**WHAT YOU WILL DO**
Exactly the lines from the opening of the data through the line containing "was overwritten. */" should be reproduced, please, with nothing added.

- Opening Delimiter -

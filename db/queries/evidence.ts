import 'server-only';
import { and, eq, sql, type SQL } from 'drizzle-orm';
import type { Millimetres } from '@/diagnosis/units/millimetres';
import { db, type Executor } from '../client';
import { roundCauses } from '../schema/round-causes';
import { roundChecks } from '../schema/round-checks';
import { roundSigns } from '../schema/round-signs';
import { rounds } from '../schema/rounds';
import { recordAudit } from './audit';
import type { Basis, Side } from './round-facts';
import type { Viewer } from './viewer';
import { roundFittableBy, roundIds } from './visible-to';

/** `seen` is the version the sender last knew, 0 for none. A null state takes the row away: "not looked at". */
interface Seen {
  seen: number;
}
export interface EvidenceInput {
  signs: ({ sign: string; side: Side; severity: number | null } & Seen)[];
  checks: ({
    check: string;
    side: Side;
    outcome: string | null;
    amountMm: Millimetres | null;
    amountTyped: string | null;
    basis: Basis | null;
    places: number | null;
  } & Seen)[];
  causes: ({ cause: string; isPresent: boolean | null } & Seen)[];
}

export interface SavedFact {
  kind: 'sign' | 'check' | 'cause';
  id: string;
  side: Side;
  version: number;
}
export interface EvidenceAnswer {
  saved: SavedFact[];
  /** What was sent against a state that had changed since: what stands there is given back, nothing was overwritten. */
  conflicts: { kind: SavedFact['kind']; id: string; side: Side; theirs: { version: number; says: string } }[];
}

/** The three tables of states are written alike: by key and author, guarded by the version seen. */
interface StateTable {
  table: typeof roundSigns | typeof roundChecks | typeof roundCauses;
  kind: SavedFact['kind'];
}

interface State {
  id: string;
  side: Side;
  seen: number;
  key: SQL | undefined;
  /** The values to write, or null to take the row away. */
  write: { insert: (tx: Executor) => Promise<unknown>; set: Record<string, unknown> } | null;
}

/** What a row says, as the bare value: a severity, an outcome, yes or no. */
function saidIn(row: StateTable['table']['$inferSelect']): string {
  if ('severity' in row) return String(row.severity);
  return 'outcome' in row ? row.outcome : String(row.isPresent);
}

async function saveState(
  tx: Executor,
  { table, kind }: StateTable,
  state: State,
  answer: EvidenceAnswer,
): Promise<void> {
  const { id, side, key, seen, write } = state;
  const [now] = await tx.select().from(table).where(key).for('update');
  if (now && now.version !== seen) {
    answer.conflicts.push({ kind, id, side, theirs: { version: now.version, says: saidIn(now) } });
    return;
  }
  if (!write) {
    if (now) await tx.delete(table).where(key);
    answer.saved.push({ kind, id, side, version: 0 });
    return;
  }
  if (now) {
    await tx
      .update(table)
      .set({ ...write.set, version: sql`${table.version} + 1`, updatedAt: sql`now()` })
      .where(key);
  } else await write.insert(tx);
  answer.saved.push({ kind, id, side, version: (now?.version ?? 0) + 1 });
}

function signState(roundId: string, authorId: string, input: EvidenceInput['signs'][number]): State {
  const { seen, severity, ...named } = input;
  const own = { roundId, authorId, ...named };
  return {
    id: input.sign,
    side: input.side,
    seen,
    key: and(
      eq(roundSigns.roundId, roundId),
      eq(roundSigns.authorId, authorId),
      eq(roundSigns.sign, input.sign),
      eq(roundSigns.side, input.side),
    ),
    write:
      severity === null
        ? null
        : { insert: (tx) => tx.insert(roundSigns).values({ ...own, severity }), set: { severity } },
  };
}

function checkState(roundId: string, authorId: string, input: EvidenceInput['checks'][number]): State {
  const { seen, check, side, outcome, ...amount } = input;
  return {
    id: check,
    side,
    seen,
    key: and(
      eq(roundChecks.roundId, roundId),
      eq(roundChecks.authorId, authorId),
      eq(roundChecks.check, check),
      eq(roundChecks.side, side),
    ),
    write:
      outcome === null
        ? null
        : {
            insert: (tx) =>
              tx.insert(roundChecks).values({ roundId, authorId, check, side, outcome, ...amount }),
            set: { outcome, ...amount },
          },
  };
}

function causeState(roundId: string, authorId: string, input: EvidenceInput['causes'][number]): State {
  const { seen, cause, isPresent } = input;
  return {
    id: cause,
    side: 'both',
    seen,
    key: and(
      eq(roundCauses.roundId, roundId),
      eq(roundCauses.authorId, authorId),
      eq(roundCauses.cause, cause),
    ),
    write:
      isPresent === null
        ? null
        : {
            insert: (tx) => tx.insert(roundCauses).values({ roundId, authorId, cause, isPresent }),
            set: { isPresent },
          },
  };
}

/**
 * Saves what the viewer found in a round, in the viewer's own layer. Each state stands alone: one that has changed since it was
 * seen comes back as a conflict, the others are kept. Null when the round is not one the viewer may fit.
 */
export async function saveEvidence(
  viewer: Viewer,
  roundId: string,
  input: EvidenceInput,
): Promise<EvidenceAnswer | null> {
  return db().transaction(async (tx) => {
    const [allowed] = await tx
      .select({ id: rounds.id })
      .from(rounds)
      .where(and(eq(rounds.id, roundId), sql`${rounds.id} in ${roundIds(roundFittableBy(viewer))}`))
      .for('update');
    if (!allowed) return null;
    const answer: EvidenceAnswer = { saved: [], conflicts: [] };
    const me = viewer.userId;
    for (const sign of input.signs) {
      await saveState(tx, { table: roundSigns, kind: 'sign' }, signState(roundId, me, sign), answer);
    }
    for (const check of input.checks) {
      await saveState(tx, { table: roundChecks, kind: 'check' }, checkState(roundId, me, check), answer);
    }
    for (const cause of input.causes) {
      await saveState(tx, { table: roundCauses, kind: 'cause' }, causeState(roundId, me, cause), answer);
    }
    const fields = [...new Set(answer.saved.map((fact) => fact.kind))];
    if (fields.length > 0) {
      await recordAudit(tx, {
        actorId: me,
        verb: 'update',
        objectKind: 'round-evidence',
        objectId: roundId,
        fields,
      });
    }
    return answer;
  });
}
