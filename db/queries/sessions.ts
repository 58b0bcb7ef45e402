import 'server-only';
import { and, desc, eq, gt, ne, sql } from 'drizzle-orm';
import { hashSecret } from '@/lib/auth/secret';
import { db } from '../client';
import { sessions } from '../schema/sessions';
import { recordAudit } from './audit';
import type { Viewer } from './viewer';

/** Names a session without giving what the table knows it by. */
const handle = sql<string>`encode(sha256(convert_to('handle ' || ${sessions.id}, 'UTF8')), 'hex')`;

/** Where the viewer is signed in, newest first. `isThis` is the one that asks. */
export function listSessions(viewer: Viewer, secret: string) {
  return db()
    .select({
      handle,
      userAgent: sessions.userAgent,
      createdAt: sessions.createdAt,
      isThis: sql<boolean>`${sessions.id} = ${hashSecret(secret)}`,
    })
    .from(sessions)
    .where(and(eq(sessions.userId, viewer.userId), gt(sessions.expiresAt, sql`now()`)))
    .orderBy(desc(sessions.createdAt))
    .limit(100);
}
export type SessionDto = Awaited<ReturnType<typeof listSessions>>[number];

/** Ends one session of the viewer's own, or with `others` all but the one that asks. False when there was none. */
export async function endSessions(viewer: Viewer, secret: string, which: string): Promise<boolean> {
  return db().transaction(async (tx) => {
    const chosen = which === 'others' ? ne(sessions.id, hashSecret(secret)) : sql`${handle} = ${which}`;
    const gone = await tx
      .delete(sessions)
      .where(and(eq(sessions.userId, viewer.userId), chosen))
      .returning({ id: sessions.id });
    if (gone.length === 0) return false;
    await recordAudit(tx, {
      actorId: viewer.userId,
      verb: 'sign-out',
      objectKind: 'session',
      objectId: null,
    });
    return true;
  });
}
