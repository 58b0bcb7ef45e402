import 'server-only';
import { db, type Executor } from '../client';
import { recordAudit } from './audit';
import { done, missing, type Written } from './outcome';
import type { Viewer } from './viewer';

interface GuardedWrite<Row, Edit extends object> {
  viewer: Viewer;
  objectKind: string;
  id: string;
  /** What the person wanted; its field names go into the audit, and it comes back with a conflict. */
  edit: Edit;
  /** The update, with permission and seen version in its WHERE. Whether a row was written. */
  write: (tx: Executor) => Promise<boolean>;
  /** The row as the viewer may see it now; null where there is none for them. */
  find: () => Promise<Row | null>;
}

/**
 * A write that only succeeds on the version that was seen. A lost race gives back both versions; a row that is not the viewer's
 * and one that is not there are the same.
 */
export async function writeGuarded<Row, Edit extends object>({
  viewer,
  objectKind,
  id,
  edit,
  write,
  find,
}: GuardedWrite<Row, Edit>): Promise<Written<Row>> {
  const isWritten = await db().transaction(async (tx) => {
    if (!(await write(tx))) return false;
    const fields = Object.keys(edit);
    await recordAudit(tx, { actorId: viewer.userId, verb: 'update', objectKind, objectId: id, fields });
    return true;
  });
  const now = await find();
  if (!now) return missing();
  return isWritten ? done(now) : { kind: 'conflict', mine: edit, theirs: now };
}
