import 'server-only';
import { and, eq, gt, isNull, sql } from 'drizzle-orm';
import { hashSecret, makeSecret } from '@/lib/auth/secret';
import type { Executor } from '../client';
import { tokens } from '../schema/tokens';

const MINUTES = { 'verify-email': 24 * 60, 'reset-password': 30, 'change-email': 24 * 60 } as const;
export type TokenKind = keyof typeof MINUTES;
export const isTokenKind = (kind: string): kind is TokenKind => kind in MINUTES;

/** Whatever links of this kind are out are void from now on. */
export async function voidTokens(tx: Executor, userId: string, kind: TokenKind): Promise<void> {
  await tx
    .update(tokens)
    .set({ usedAt: sql`now()` })
    .where(and(eq(tokens.userId, userId), eq(tokens.kind, kind), isNull(tokens.usedAt)));
}

/**
 * A link's secret for one purpose. It is made when the letter is sent, never before: until then nothing that could be used
 * stands anywhere, and a letter that was held up does not arrive run out.
 */
export async function issueToken(
  tx: Executor,
  userId: string,
  kind: TokenKind,
  email: string,
): Promise<string> {
  const secret = makeSecret();
  await tx.insert(tokens).values({
    userId,
    kind,
    email,
    tokenHash: hashSecret(secret),
    expiresAt: sql`now() + make_interval(mins => ${MINUTES[kind]})`,
  });
  return secret;
}

/** Uses a link up. Null when it is unknown, was used, or has run out: the three are not told apart. */
export async function consumeToken(
  tx: Executor,
  secret: string,
  kind: TokenKind,
): Promise<{ userId: string; email: string } | null> {
  const [row] = await tx
    .update(tokens)
    .set({ usedAt: sql`now()` })
    .where(
      and(
        eq(tokens.tokenHash, hashSecret(secret)),
        eq(tokens.kind, kind),
        isNull(tokens.usedAt),
        gt(tokens.expiresAt, sql`now()`),
      ),
    )
    .returning({ userId: tokens.userId, email: tokens.email });
  if (!row) return null;
  await voidTokens(tx, row.userId, kind); // a letter sent twice after a crash carries two: one use ends both
  return row;
}
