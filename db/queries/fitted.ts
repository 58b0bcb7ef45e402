import 'server-only';
import { and, eq, inArray } from 'drizzle-orm';
import type { Millimetres } from '@/diagnosis/units/millimetres';
import { db } from '../client';
import { fittedMeasures } from '../schema/fitted-measures';
import { journals } from '../schema/journals';
import { recordAudit } from './audit';
import type { Viewer } from './viewer';
import { journalIds, journalOwnedBy } from './visible-to';

export interface FittedInput {
  measure: string;
  valueMm: Millimetres;
  typed: string;
}

/** Keeps the finished measures of a garment that fitted, all of them at once. False where the journal is not the viewer's. */
export async function saveFitted(
  viewer: Viewer,
  journalId: string,
  measures: readonly FittedInput[],
): Promise<boolean> {
  return db().transaction(async (tx) => {
    const [owned] = await tx
      .select({ id: journals.id })
      .from(journals)
      .where(and(eq(journals.id, journalId), inArray(journals.id, journalIds(journalOwnedBy(viewer)))))
      .for('update');
    if (!owned) return false;
    await tx.delete(fittedMeasures).where(eq(fittedMeasures.journalId, journalId));
    if (measures.length > 0) await tx.insert(fittedMeasures).values(measures.map((one) => ({ ...one, journalId }))); // prettier-ignore
    await recordAudit(tx, { actorId: viewer.userId, verb: 'update', objectKind: 'fitted-measures', objectId: journalId }); // prettier-ignore
    return true;
  });
}
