import 'server-only';
import { lte } from 'drizzle-orm';
import { db } from '../client';
import { doomedObjects } from '../schema/doomed-objects';
import { photos } from '../schema/photos';
import { tombstones } from '../schema/tombstones';

const DAY_MS = 86_400_000;
const BIN_DAYS = 30;

/**
 * Erases the rows of photos that have lain in the bin long enough, with their marks. What is left of each is its id and a hash; its
 * files are erased a day later, so that a backup that saw the row finds them still.
 * @param keysOf the files of one revision of a photo
 */
export async function purgePhotos(
  now: Date,
  keysOf: (photoId: string, revision: number) => string[],
): Promise<void> {
  const due = new Date(now.getTime() - BIN_DAYS * DAY_MS);
  const eraseAfter = new Date(now.getTime() + DAY_MS);
  await db().transaction(async (tx) => {
    const gone = await tx
      .delete(photos)
      .where(lte(photos.deletedAt, due))
      .returning({ id: photos.id, revision: photos.revision, hash: photos.masterSha256 });
    if (gone.length === 0) return;
    await tx.insert(tombstones).values(gone.map(({ id, hash }) => ({ id, hash, objectKind: 'photo' })));
    const keys = gone.flatMap(({ id, revision }) => keysOf(id, revision));
    await tx.insert(doomedObjects).values(keys.map((key) => ({ key, eraseAfter })));
  });
}
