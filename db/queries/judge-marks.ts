import type { MarkBatchInput, MarkDto, MarkInput } from './marks';

/** What is to be done with a batch, given what stands there. */
interface JudgedMarks {
  toWrite: MarkInput[];
  /** Stand there already as they were sent: an answer was lost on its way. */
  standing: MarkDto[];
  toDelete: string[];
  /** Gone after this: those to delete and those that were gone already. */
  deleted: string[];
  conflicts: { id: string; theirs: MarkDto | null }[];
  /** How many marks the layer holds after it. */
  countAfter: number;
}

const isSame = (now: MarkDto, sent: MarkInput) =>
  now.kind === sent.kind &&
  now.severity === sent.severity &&
  now.side === sent.side &&
  now.note === sent.note &&
  now.points.length === sent.points.length &&
  now.points.every(({ x, y }, i) => x === sent.points[i]?.x && y === sent.points[i]?.y);

/** Sorts a batch by what stands there. `seen` 0 means that the sender knows of no such mark. */
export function judgeMarks(
  held: readonly MarkDto[],
  { upserts, deletes }: Omit<MarkBatchInput, 'revision'>,
): JudgedMarks {
  const now = new Map(held.map((mark) => [mark.id, mark]));
  const judged: JudgedMarks = { toWrite: [], standing: [], toDelete: [], deleted: [], conflicts: [], countAfter: held.length }; // prettier-ignore
  for (const { mark, seen } of upserts) {
    const there = now.get(mark.id);
    if (there && isSame(there, mark)) judged.standing.push(there);
    else if (there ? there.version === seen : seen === 0) judged.toWrite.push(mark);
    else judged.conflicts.push({ id: mark.id, theirs: there ?? null });
  }
  for (const { id, seen } of deletes) {
    const there = now.get(id);
    if (there && there.version !== seen) judged.conflicts.push({ id, theirs: there });
    else {
      judged.deleted.push(id);
      if (there) judged.toDelete.push(id);
    }
  }
  judged.countAfter += judged.toWrite.filter(({ id }) => !now.has(id)).length - judged.toDelete.length;
  return judged;
}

- Closing Delimiter -

**PROBLEM SOLUTION**
filename db/queries/evidence.ts
import 'server-only';
import { and, eq, sql, type SQL } from 'drizzle-orm';
import type { Millimetres } from '@/diagnosis/units/millimetres';
import { db, type Executor } from '../client';
import { roundCauses } from '../schema/round-causes';
import { roundChecks } from '../schema/round-checks';
import { roundSigns } from '../schema/round-signs';
import { rounds } from '../schema/rounds';
import { recordAudit } from './audit';
import type { Basis, Side } from './round-facts';
import type { Viewer } from './viewer';
import { roundFittableBy, roundIds } from './visible-to';

/** `seen` is the version the sender last knew, 0 for none. A null state takes the row away: "not looked at". */
interface Seen {
  seen: number;
}
export interface EvidenceInput {
  signs: ({ sign: string; side: Side; severity: number | null } & Seen)[];
  checks: ({
    check: string;
    side: Side;
    outcome: string | null;
    amountMm: Millimetres | null;
    amountTyped: string | null;
    basis: Basis | null;
    places: number | null;
  } & Seen)[];
  causes: ({ cause: string; isPresent: boolean | null } & Seen)[];
}

export interface SavedFact {
  kind: 'sign' | 'check' | 'cause';
  id: string;
  side: Side;
  version: number;
}
export interface EvidenceAnswer {
  saved: SavedFact[];
  /** What was sent against a state that had changed since: what stands there is given back, nothing was overwritten. */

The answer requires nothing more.